## PROMPT
Once the line containing "one first-level contrast." is found in the entries below, reproduce it and every line after it, stopping at and including the line containing "Right-hand side of"; reproduce nothing else, and keep each line exact.

········

@pytest.mark.parametrize(("sided", "factor"), [("two", 2.0), ("positive", 1.0)])
def test_smallest_p_of_exhaustive_flips(sided, factor):
    # with every animal flipped |z| is unchanged, so a two-sided exhaustive test cannot go
    # below 2/N (Nichols & Holmes 2002); one-sided it reaches 1/N
    rng = np.random.default_rng(1)
    y, s2, X, animal = _study(rng, [2] * 6, variances=True, effect=4.0, tau=0.2)
    fit, df, data = _fit(y, s2, X, animal, [1.0])
    res = _run(data, [1.0], df, 64, sided=sided)
    assert res.scheme.smallest_p == pytest.approx(factor / 64)
    assert res.p_fwe_voxel.min() == pytest.approx(factor / 64)


def test_pipeline_warns_when_smallest_p_exceeds_alpha(tmp_path: Path):
    # 4 animals: 2^4 = 16 flips, smallest two-sided p 2/16 = 0.125 > alpha = 0.05
    rng = np.random.default_rng(2)
    shape = (4, 4, 3)
    animals = [f"a{i}" for i in range(4) for _ in range(2)]
    effects = 1.0 + rng.normal(0, 0.5, (8, *shape))
    variances = rng.uniform(0.2, 0.5, (8, *shape))
    toml = write_study(
        tmp_path / "study",
        effects,
        animals,
        variances=variances,
        shape=shape,
        toml_extra="\n[inference]\npermutations = 100\n",
    )
    out = run_study(toml, tmp_path / "out")
    summary = json.loads((out / "summary.json").read_text())
    warned = [w for w in summary["warnings"] if "smallest p" in w]
    assert len(warned) == 1
    assert "16 sign flips" in warned[0] and "0.125" in warned[0]
    text = json.dumps(summary)
    assert '"smallest_attainable_p": 0.125' in text


def test_lane_refit_equals_one_voxel_refit_and_reml_optimum():
    """The refit of many voxels side by side (intercept only) gives, bit for bit, the
    t of the one-voxel path, including voxels with missing animals and a last block that
    is not full. Outside reference: the REML optimum of τ² found by scipy's bounded
    scalar minimiser on the profiled REML log-likelihood of the random-effects model
    (Viechtbauer 2005, J Educ Behav Stat 30:261), and t = μ̂ / SE(μ̂) at it."""
    import numba
    from scipy.optimize import minimize_scalar

    from grouplevel.inference import _refit_kernel as kernel

    rng = np.random.default_rng(11)
    V, m = 2 * kernel.LANES + 13, 9
    mean = rng.normal(0.2, 1.0, (V, m)) + rng.normal(0, 0.7, (V, 1))
    prec = 1.0 / rng.uniform(0.1, 2.0, (V, m))
    prec[rng.random((V, m)) < 0.1] = 0.0  # animals without data at some voxels
    prec[5, :-1] = 0.0  # one animal left: no fit (NaN)
    mean[prec == 0.0] = np.nan
    sign = rng.choice([-1.0, 1.0], m)
    order = rng.permutation(m)
    nuisance, Z, X = np.zeros((V, 0)), np.zeros((m, 0)), np.ones((m, 1))
    tau2_start = rng.uniform(0.0, 1.0, V)
    sums = kernel.flip_invariant_sums(mean, prec)
    have = prec > 0
    np.testing.assert_array_equal(sums[:, 0], have.sum(1))
    np.testing.assert_allclose(sums[:, 1], np.where(have, prec, 0).sum(1), rtol=1e-13)
    np.testing.assert_allclose(sums[:, 2], np.where(have, prec**2, 0).sum(1), rtol=1e-13)
    inverse = np.where(have, 1 / np.where(have, prec, 1), 0).sum(1)
    np.testing.assert_allclose(sums[:, 3], inverse, rtol=1e-13)
    np.testing.assert_allclose(
        sums[:, 4], np.where(have, prec * np.nan_to_num(mean) ** 2, 0).sum(1), rtol=1e-13
    )
    np.testing.assert_array_equal(sums[:, 5], np.where(have, prec, 0).max(1))
    got = np.empty(V)
    args = (nuisance, Z, mean, prec, sign, order, X, tau2_start)
    kernel.refit_t_permuted(*args, sums, got, 50, 1e-8)
    computed_inside = np.empty(V)  # no sums passed: the kernel computes the same ones
    kernel.refit_t_permuted(*args, np.zeros((0, kernel.SUMS)), computed_inside, 50, 1e-8)
    np.testing.assert_array_equal(computed_inside, got)

    @numba.njit
    def _one_voxel_mean_refit(y, prec, y0, prec0, tau2, max_iter, tol):
        """The intercept-only refit of one voxel, written plainly (the reference of the
        side-by-side kernel): one pass of sums per iteration.

        ``y``, ``prec``: the permuted data; ``y0``, ``prec0``: the same animals in their
        own order, from which the sums that a permutation leaves alone are formed.
        Returns (t, τ²). The sums expand the residuals r = y − μ̂ around the GLS mean, so
        each iteration reads the animals once.
        """
        m = y.size
        n = 0
        vbar = 0.0
        s_p = 0.0
        s_pp = 0.0
        s_pyy = 0.0
        p_max = 0.0
        for a in range(m):
            if prec0[a] > 0.0:
                n += 1
                vbar += 1.0 / prec0[a]
                s_p += prec0[a]
                s_pp += prec0[a] * prec0[a]
                s_pyy += prec0[a] * y0[a] * y0[a]
                p_max = max(p_max, prec0[a])
        if n < 2:
            return np.nan, tau2, 3  # no fit
        vbar /= n
        s_py = 0.0
        for a in range(m):
            s_py += prec[a] * y[a] if prec[a] > 0.0 else 0.0
        # method-of-moments start (DerSimonian–Laird form), Σp(y − ȳ)² expanded
        denom = s_p - s_pp / s_p
        if denom > 0.0:
            tau2 = max((s_pyy - s_py * s_py / s_p - (n - 1)) / denom, 0.0)
        tau2 = max(tau2, 0.0)
        for _it in range(max_iter):
            sw = 0.0
            sw2 = 0.0
            sw3 = 0.0
            swy = 0.0
            sw2y = 0.0
            sw3y = 0.0
            sw2yy = 0.0
            sw3yy = 0.0
            for a in range(m):
                pa = prec[a]
                if pa <= 0.0:
                    continue
                w = pa / (1.0 + tau2 * pa)
                w2 = w * w
                w3 = w2 * w
                ya = y[a]
                sw += w
                sw2 += w2
                sw3 += w3
                swy += w * ya
                sw2y += w2 * ya
                sw3y += w3 * ya
                sw2yy += w2 * ya * ya
                sw3yy += w3 * ya * ya
            inv = 1.0 / sw  # (the quotients by Σw as the kernel forms them)
            mu = swy * inv
            quad = sw2yy - 2.0 * mu * sw2y + mu * mu * sw2  # Σ (w r)²
            cube = sw3yy - 2.0 * mu * sw3y + mu * mu * sw3  # Σ w³ r²
            w2r = sw2y - mu * sw2  # Σ w² r
            trace_p = sw - sw2 * inv
            trace_pp = sw2 - 2.0 * sw3 * inv + (sw2 * inv) ** 2
            score = 0.5 * (quad - trace_p)
            info = 0.5 * trace_pp
            observed = cube - w2r * w2r * inv - 0.5 * trace_pp
            expected = info
            newton = observed > info * 1e-3 and _it >= kernel.REFIT_FISHER_STEPS
            if newton:
                info = observed
            if info <= 0.0:
                return (swy / sw) * np.sqrt(sw), tau2, 2  # no step: the sums are at τ²
            new = tau2 + score / info
            if new < 0.0 and expected > 0.0:
                new = tau2 + score / expected  # Fisher scoring past the boundary (as above)
                newton = False
            if new < 0.0:
                new = 0.0
            d = new - tau2
            tau2 = new
            if abs(d) <= (np.sqrt(tol) if newton else tol) * (tau2 + vbar):
                # a Newton step stops within √tol (quadratic convergence); the sums at
                # τ² − d are carried to τ² by w(τ² + d) ≈ w − d w² + d² w³ when d is
                # short enough, else summed afresh below
                if abs(d) * p_max <= kernel.TAYLOR_LIMIT:
                    s0 = sw - d * sw2 + d * d * sw3
                    s1 = swy - d * sw2y + d * d * sw3y
                    return (s1 / s0) * np.sqrt(s0), tau2, 0
                break
        sw = 0.0
        swy = 0.0
        for a in range(m):
            pa = prec[a]
            if pa > 0.0:
                w = pa / (1.0 + tau2 * pa)
                sw += w
                swy += w * y[a]
        return (swy / sw) * np.sqrt(sw), tau2, 1

    @numba.njit
    def one_by_one(out, path, max_iter):
        y, pr = np.empty(m), np.empty(m)
        for v in range(V):
            for a in range(m):
                y[a] = sign[a] * mean[v, order[a]]
                pr[a] = prec[v, order[a]]
            t, _tau2, how = _one_voxel_mean_refit(
                y, pr, mean[v], prec[v], tau2_start[v], max_iter, 1e-8
            )
            out[v] = t
            path[v] = how

    want = np.empty(V)
    path = np.full(V, -1)
    one_by_one(want, path, 50)
    np.testing.assert_array_equal(got, want)
    # both ways of ending are taken here: t carried over the last step, and summed afresh
    # (a step too long for the expansion, or no convergence within max_iter)
    assert (path == 0).sum() > V // 2 and (path == 1).sum() >= 1
    few = np.empty(V)
    kernel.refit_t_permuted(*args, sums, few, 2, 1e-8)  # max_iter 2: many not converged
    one_by_one(want, path, 2)
    np.testing.assert_array_equal(few, want)
    assert (path == 1).sum() > 10
    assert np.isnan(got[5]) and np.isfinite(np.delete(got, 5)).all()

    for v in (0, 17, V - 1):
        have = prec[v, order] > 0
        y, var = (sign * mean[v, order])[have], 1.0 / prec[v, order][have]

        def neg_reml(t2, y=y, var=var):
            w = 1.0 / (t2 + var)
            mu = (w * y).sum() / w.sum()
            return 0.5 * (np.log(t2 + var).sum() + np.log(w.sum()) + (w * (y - mu) ** 2).sum())

        t2 = minimize_scalar(
            neg_reml, bounds=(0.0, 50.0), method="bounded", options={"xatol": 1e-10}
        ).x
        w = 1.0 / (t2 + var)
        t_ref = (w * y).sum() / w.sum() * np.sqrt(w.sum())
        assert got[v] == pytest.approx(t_ref, rel=1e-5)
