def default_ftests(
    factors: Sequence[Factor],
    differences: dict[str, list[str]],
    contrasts: Sequence[GroupContrast],
    where: str = "",
) -> list[GroupFTest]:
    """One F-test per factor with more than two levels: all its differences from the
    reference level at once ("is there any difference between the levels?").

    A factor whose differences were not all kept as default contrasts (one depends on
    an uncentred covariate, or is not estimable) gets none.
    """
    by_name = {c.name: c for c in contrasts}
    out = []
    for f in factors:
        names = differences.get(f.variable, [])
        if len(f.levels) <= 2 or len(names) != len(f.levels) - 1:
            continue
        if not all(n in by_name for n in names):
            continue
        weights = np.vstack([by_name[n].weights for n in names])
        if np.linalg.matrix_rank(weights) < len(names):
            continue
        out.append(
            GroupFTest(
                name=f"{_safe(f.variable)}-{FTEST_SUFFIX}",
                rows=tuple(names),
                weights=weights,
                meaning=(
                    f"any difference between the {len(f.levels)} levels of {f.variable} "
                    f"({', '.join(f.levels)})"
                    + (" averaged over the other factors' levels" if len(factors) > 1 else "")
                    + where
                ),
            )
        )
    return out


def build_design(
    runs: pd.DataFrame,
    formula: str,
    *,
    center_covariates: bool = True,
    reference: dict[str, str] | None = None,
) -> Design:
    """Build the design matrix for the included runs of one first-level contrast.

    Parameters
    ----------
    runs
        Included runs, one row per run, with an ``animal`` column and every variable
        the formula names (no missing values; numeric columns already numeric).
    formula
        Right-hand side of a Wilkinson-style formula.
    center_covariates
        Centre numeric variables named directly in the formula at their mean over
        animals, so that the intercept is a mean at the average covariate.
    reference
        Reference level per text variable (default: the first in alphabetical order).

    Raises
    ------
    UserError
        When the formula cannot be evaluated, the design is rank-deficient, or leaves
        no between-animal degrees of freedom, or a reference level is wrong.
    """
    animal_ids = tuple(dict.fromkeys(runs["animal"].astype(str)))
    codes = {a: i for i, a in enumerate(animal_ids)}
    animal = np.array([codes[a] for a in runs["animal"].astype(str)], dtype=np.intp)
    data = runs.reset_index(drop=True).copy()
    f = _parse(formula)
    variables = [v for v in formula_variables(formula) if v in data.columns]
    categorical = _categorical_variables(f)
    numeric = [
        v for v in variables if pd.api.types.is_numeric_dtype(data[v]) and v not in categorical
    ]
    text_vars = [v for v in variables if not pd.api.types.is_numeric_dtype(data[v])]
    for var in text_vars:
        data[var] = data[var].astype(str)
    _apply_reference(data, dict(reference or {}), variables, text_vars)
    plain, _, _ = _plain_and_transformed(f)
    centres = _centre_covariates(data, animal, numeric, plain, center_covariates)
    try:
        mm = model_matrix(formula, data, na_action="raise")
    except Exception as exc:
        raise UserError(f"[model] formula {formula!r} cannot be evaluated: {exc}") from None
    X = np.asarray(mm, dtype=float)
    columns = tuple(str(c) for c in mm.columns)
    if X.shape[1] == 0:
        raise UserError(f'[model] formula {formula!r} gives no columns; use "1" for the mean')
    animal_level = _check_rank(X, columns, animal, len(animal_ids), formula)
    session, session_ids = session_codes(data, animal, animal_ids)
    factors, covariates, contrasts, left_out, ftests = _default_contrasts(
        mm.model_spec, columns, data, animal, f, numeric, centres
    )
    return Design(
        matrix=X,
        columns=columns,
        animal_level=animal_level,
        animal=animal,
        animal_ids=animal_ids,
        factors=tuple(factors),
        covariates=tuple(covariates),
        default_contrasts=tuple(contrasts),
        left_out=tuple(left_out),
        default_ftests=tuple(ftests),
        variable_levels=variable_levels(runs.reset_index(drop=True), variables),
        session=session,
        session_ids=session_ids,
        level=column_levels(X, animal, session),
        column_variables=_column_variables(mm, len(columns)),
    )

········

## OUTPUT BELOW
    """Build the design matrix for the included runs of one first-level contrast.

    Parameters
    ----------
    runs
        Included runs, one row per run, with an ``animal`` column and every variable
        the formula names (no missing values; numeric columns already numeric).
    formula
        Right-hand side of a Wilkinson-style formula.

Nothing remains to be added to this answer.